The single shift MRSA applied to all the roe deer (n = 25, 16 female, 9 male), broken into 63 segments (30 spring: 18 female and 12 male; 33 fall: 21 female and 12 male) revealed a high degree of variability in range shifting behaviour among individuals and groups (Fig. 5, see also complete results in Tables A1 and A2 in Appendix S1E). Among all analysed segments, somewhat fewer females (23 of 39, 59%) than male segments (20 of 24, 83%) exhibited a significant range shift (l.r.t. P < 0·05) with a weak difference across sexes (χ2 = 3·02, P = 0·08). Among those with significant range shifts, the median distance of the shift ranged from 0·16 to 5·2 km (median 1·4, inter‐quartile range 0·41–3·12). Home range areas were consistently small (median 0·44 km2, IQR 0·29–0·70) with no differences between sexes or age groups (P > 0·08), consistent with kernel density estimates of the same animals (Morellet et al. 2013). Of those animals determined to have performed a significant range shift, the median RSI was 2·48 (IQR: 0·96–4·4), much higher than that of non‐significant range shifts (median 0·27, IQR: 0·16–0·40). Durations of transitions were also highly variable (Fig. 5), from less than 1 day to 70 days (median 8·5, IQR: 2·5–10·5).

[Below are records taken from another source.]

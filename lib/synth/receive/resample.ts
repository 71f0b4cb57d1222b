import { demand } from '../errors';
import { sineCosine } from '../math/turns';
import type { SampleSource } from '../measure/reconstructedPeak';

/** Samples of a source at any places. */
export interface Resampler {
  /** Taps of the filter; a place needs taps/2 samples of the source on either side of it. */
  readonly taps: number;
  /**
   * Writes the values at the places first + i·step, i = 0…count−1 (in samples of the source, step > 0), interleaved, into out[0…2·count−1].
   * What lies outside the source is 0.
   */
  read(first: number, step: number, count: number, out: Float64Array): void;
}

export interface ResampleBand {
  /** Up to here (in cycles per sample of the source, below stopTurns) the response is flat. */
  passTurns: number;
  /** From here on it is stopped; 1 − passTurns for interpolation alone. */
  stopTurns: number;
  /** Most taps, even; a narrow transition gets less than 90 dB instead of more of them. 256 by default. */
  mostTaps?: number;
}

const LEAST_TAPS = 8;
const STOP_DB = 90;
/** Places of the kernel's table between two samples; between them it is linear, below −100 dB. */
const PHASES = 512;
const CHUNK_SAMPLES = 8192;

/** Modified Bessel function I0 by its power series; x 0…50. */
function besselI0(x: number): number {
  let term = 1;
  let sum = 1;
  for (let i = 1; i < 200 && term > sum * 1e-17; i++) {
    term *= (x / (2 * i)) * (x / (2 * i));
    sum += term;
  }
  return sum;
}

/**
 * A windowed-sinc interpolator with Kaiser's window: taps = (A − 7.95)/(14.36·transition), β = 0.1102(A − 8.7). Unity gain in the pass band.
 * Source: Kaiser, "Nonrecursive digital filter design using the I0-sinh window function", ISCAS 1974 (formulas from memory).
 * Throws SynthError `bad_size` for a band without a transition.
 */
export function createResampler(source: SampleSource, band: ResampleBand): Resampler {
  const transition = band.stopTurns - band.passTurns;
  demand(transition > 0 && band.passTurns >= 0, 'bad_size', 'A filter needs a transition.');
  const most = band.mostTaps ?? 256;
  const wanted = 2 * Math.ceil((STOP_DB - 7.95) / (14.36 * transition) / 2);
  const taps = Math.min(most, Math.max(LEAST_TAPS, wanted));
  const reachedDb = Math.min(STOP_DB, 14.36 * transition * taps + 7.95);
  const beta = reachedDb > 50 ? 0.1102 * (reachedDb - 8.7) : Math.max(0, 0.22 * (reachedDb - 15));
  const cutoff = (band.passTurns + band.stopTurns) / 2;
  const half = taps / 2;
  const phases = Math.max(32, Math.floor((PHASES * 16) / Math.max(16, taps)) * 2);
  // table[phase][i]: weight of the source's sample floor(place) − half + 1 + i for a place phase/phases after floor(place)
  const table = new Float64Array((phases + 1) * taps);
  const scale = 1 / besselI0(beta);
  for (let phase = 0; phase <= phases; phase++) {
    let sum = 0;
    for (let i = 0; i < taps; i++) {
      const t = i - half + 1 - phase / phases;
      const u = t / half;
      const inside = 1 - u * u;
      if (inside <= 0) continue;
      const angle = 2 * cutoff * t;
      const sinc = t === 0 ? 1 : sineCosine(angle / 2).sine / (3.141592653589793 * angle);
      const weight = 2 * cutoff * sinc * besselI0(beta * Math.sqrt(inside)) * scale;
      table[phase * taps + i] = weight;
      sum += weight;
    }
    for (let i = 0; i < taps; i++) table[phase * taps + i] = table[phase * taps + i]! / sum;
  }
  let buffer = new Float64Array(0);

  /** Source samples from…from+count−1 into the buffer, zeros outside. */
  function load(from: number, count: number): void {
    if (buffer.length < 2 * count) buffer = new Float64Array(2 * count);
    const first = Math.max(0, from);
    const end = Math.min(source.samples, from + count);
    if (end <= first) {
      buffer.fill(0, 0, 2 * count);
      return;
    }
    buffer.fill(0, 0, 2 * (first - from));
    source.read(first, end - first, buffer.subarray(2 * (first - from)));
    buffer.fill(0, 2 * (end - from), 2 * count);
  }

  return {
    taps,
    read(first, step, count, out) {
      const chunk = Math.max(1, Math.floor((CHUNK_SAMPLES + 16 * taps) / step));
      for (let done = 0; done < count;) {
        const part = Math.min(chunk, count - done);
        const start = first + done * step;
        const from = Math.floor(start) - half + 1;
        load(from, Math.ceil((part - 1) * step) + taps + 2);
        for (let i = 0; i < part; i++) {
          const place = first + (done + i) * step;
          const base = Math.floor(place);
          const finer = (place - base) * phases;
          const phase = Math.floor(finer);
          const share = finer - phase;
          let weight = phase * taps;
          let at = 2 * (base - half + 1 - from);
          let re = 0;
          let im = 0;
          for (let tap = 0; tap < taps; tap++, weight++, at += 2) {
            const low = table[weight]!;
            const value = low + share * (table[weight + taps]! - low);
            re += value * buffer[at]!;
            im += value * buffer[at + 1]!;
          }
          out[2 * (done + i)] = re;
          out[2 * (done + i) + 1] = im;
        }
        done += part;
      }
    },
  };
}
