import type { SampleEngine } from '../engine/types';
import type { SampleSource } from '../measure/reconstructedPeak';
import type { WaveformContent } from '../types';
import { CLOCK_ERROR_MOST_PPM, nearestClockRatio } from './clockRatio';
import { createCycle } from './cycle';
import { mirroredSource, mixedSource } from './sources';
import { captureStatistics } from './statistics';
import { findFrame } from './synchronize';
import { vectorClock } from './receiveCapture';

/** How much a capture looks like one of several contents. */
export interface Likeness {
  /** Place in the list. */
  content: number;
  /** ρ, 0…1; null where it cannot be tried (nothing painted, another clock, longer than the capture). */
  correlation: number | null;
  needed: number;
  isFound: boolean;
  isMirrored: boolean;
  /** Samples of the content's file into its frame at the capture's first sample, and the carrier offset. */
  startSamples: number;
  offsetHz: number;
  /** ρ of each 1/512 of its frame, and the frame's time. */
  curve: Float64Array;
  frameSec: number;
}

export interface LookAlikes {
  step(): boolean;
  readonly doneRatio: number;
  /** Best first. */
  result(): Likeness[];
}

/** Looks for each of `contents` in a capture, plain and mirrored, without measuring any. Steps as createReception's. */
export function createLookAlikes(
  source: SampleSource,
  clockHz: number | null,
  contents: readonly WaveformContent[],
  engine?: SampleEngine,
): LookAlikes {
  const found: Likeness[] = [];
  let done = 0;
  let share = 0;
  let running = contents[0] === undefined ? null : lookFor(source, clockHz, contents[0], 0, engine);
  return {
    get doneRatio() {
      return contents.length === 0 ? 1 : (done + share) / contents.length;
    },
    step() {
      if (running === null) return false;
      const next = running.next();
      if (next.done !== true) {
        share = next.value;
        return true;
      }
      found.push(next.value);
      done++;
      share = 0;
      const content = contents[done];
      running = content === undefined ? null : lookFor(source, clockHz, content, done, engine);
      return running !== null;
    },
    result() {
      while (this.step());
      return [...found].sort((a, b) => (b.correlation ?? -1) - (a.correlation ?? -1));
    },
  };
}

function* lookFor(
  source: SampleSource,
  clockHz: number | null,
  content: WaveformContent,
  place: number,
  engine?: SampleEngine,
): Generator<number, Likeness> {
  const cycle = createCycle(content);
  const fileHz = vectorClock(content);
  const captureHz = clockHz ?? fileHz;
  const clock = nearestClockRatio(captureHz, fileHz);
  const nothing: Likeness = {
    content: place,
    correlation: null,
    needed: 0.3,
    isFound: false,
    isMirrored: false,
    startSamples: 0,
    offsetHz: 0,
    curve: new Float64Array(0),
    frameSec: cycle.periodSamples / fileHz,
  };
  const ratio = clock.p / clock.q;
  const symbolSamples = cycle.layout.usefulSamples * ratio;
  if (cycle.usedCount === 0 || Math.abs(clock.errorPpm) > CLOCK_ERROR_MOST_PPM || source.samples < symbolSamples)
    return nothing;
  const partSamples = Math.ceil(symbolSamples * Math.max(1, Math.min(64, Math.ceil(3000 / cycle.usedCount))));
  const seen = yield* captureStatistics(source, partSamples, false);
  if (seen.isSilent) return nothing;
  const { oversampling, frequencyOffsetHz, subcarrierSpacingHz } = content;
  const from = Math.min(seen.strongestAt, Math.max(0, source.samples - partSamples));
  let best = nothing;
  for (const isMirrored of [false, true]) {
    const heard = isMirrored ? mirroredSource(source) : source;
    const base = mixedSource(heard, frequencyOffsetHz / captureHz);
    const found = yield* findFrame(base, cycle, ratio * oversampling, from, engine);
    if (found.correlation <= (best.correlation ?? -1)) continue;
    const start = found.cyclePlace * oversampling - found.templateAt / ratio;
    best = {
      ...nothing,
      correlation: found.correlation,
      needed: found.needed,
      isFound: found.isFound,
      isMirrored,
      startSamples: start - Math.floor(start / cycle.periodSamples) * cycle.periodSamples,
      offsetHz: (found.offsetSubcarriers * subcarrierSpacingHz[0]) / subcarrierSpacingHz[1],
      curve: found.curve,
    };
  }
  return best;
}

Neither distance, area, RSI nor durations showed any significant patterns with respect to age or sex (all mixed effects model P > 0·4). However, ranging area was positively related to migration distance. We fitted a linear mixed effects model of standardized log(area) against standardized log(distance) and range significance (TRUE/FALSE P < 0·05) with animal identification (ID) code as a random effect after model selection rejected sex, age and interactions as covariates. The analysis yielded main effects of 0·68 (SE 0·14, P < 10−4) for standardized log(distance) and −0·9 (SE 0·3, P < 0·001) for the range significance. This means that animals undertaking longer migrations tended to have larger ranging areas, but range shifting individuals had significantly smaller ranging area than non‐shifting individuals (Fig. 6).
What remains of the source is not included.